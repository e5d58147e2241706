import { DomainError } from '#shared/errors.ts';

/** The words of a refusal of bad input; fails where nothing is refused, and lets any other exception through. */
export function refusal(action: () => unknown): string {
  try {
    action();
  } catch (error) {
    if (error instanceof DomainError && error.code === 'invalidInput') return error.message;
    throw error;
  }
  throw new Error('Nothing was refused.');
}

__________

(Prompt): Line by line, transcribe all of the records exactly.

(Response box):
repository e5d58147e2241706
import { DomainError } from '#shared/errors.ts';

/** The words of a refusal of bad input; fails where nothing is refused, and lets any other exception through. */
export function refusal(action: () => unknown): string {
  try {
    action();
  } catch (error) {
    if (error instanceof DomainError && error.code === 'invalidInput') return error.message;
    throw error;
  }
  throw new Error('Nothing was refused.');
}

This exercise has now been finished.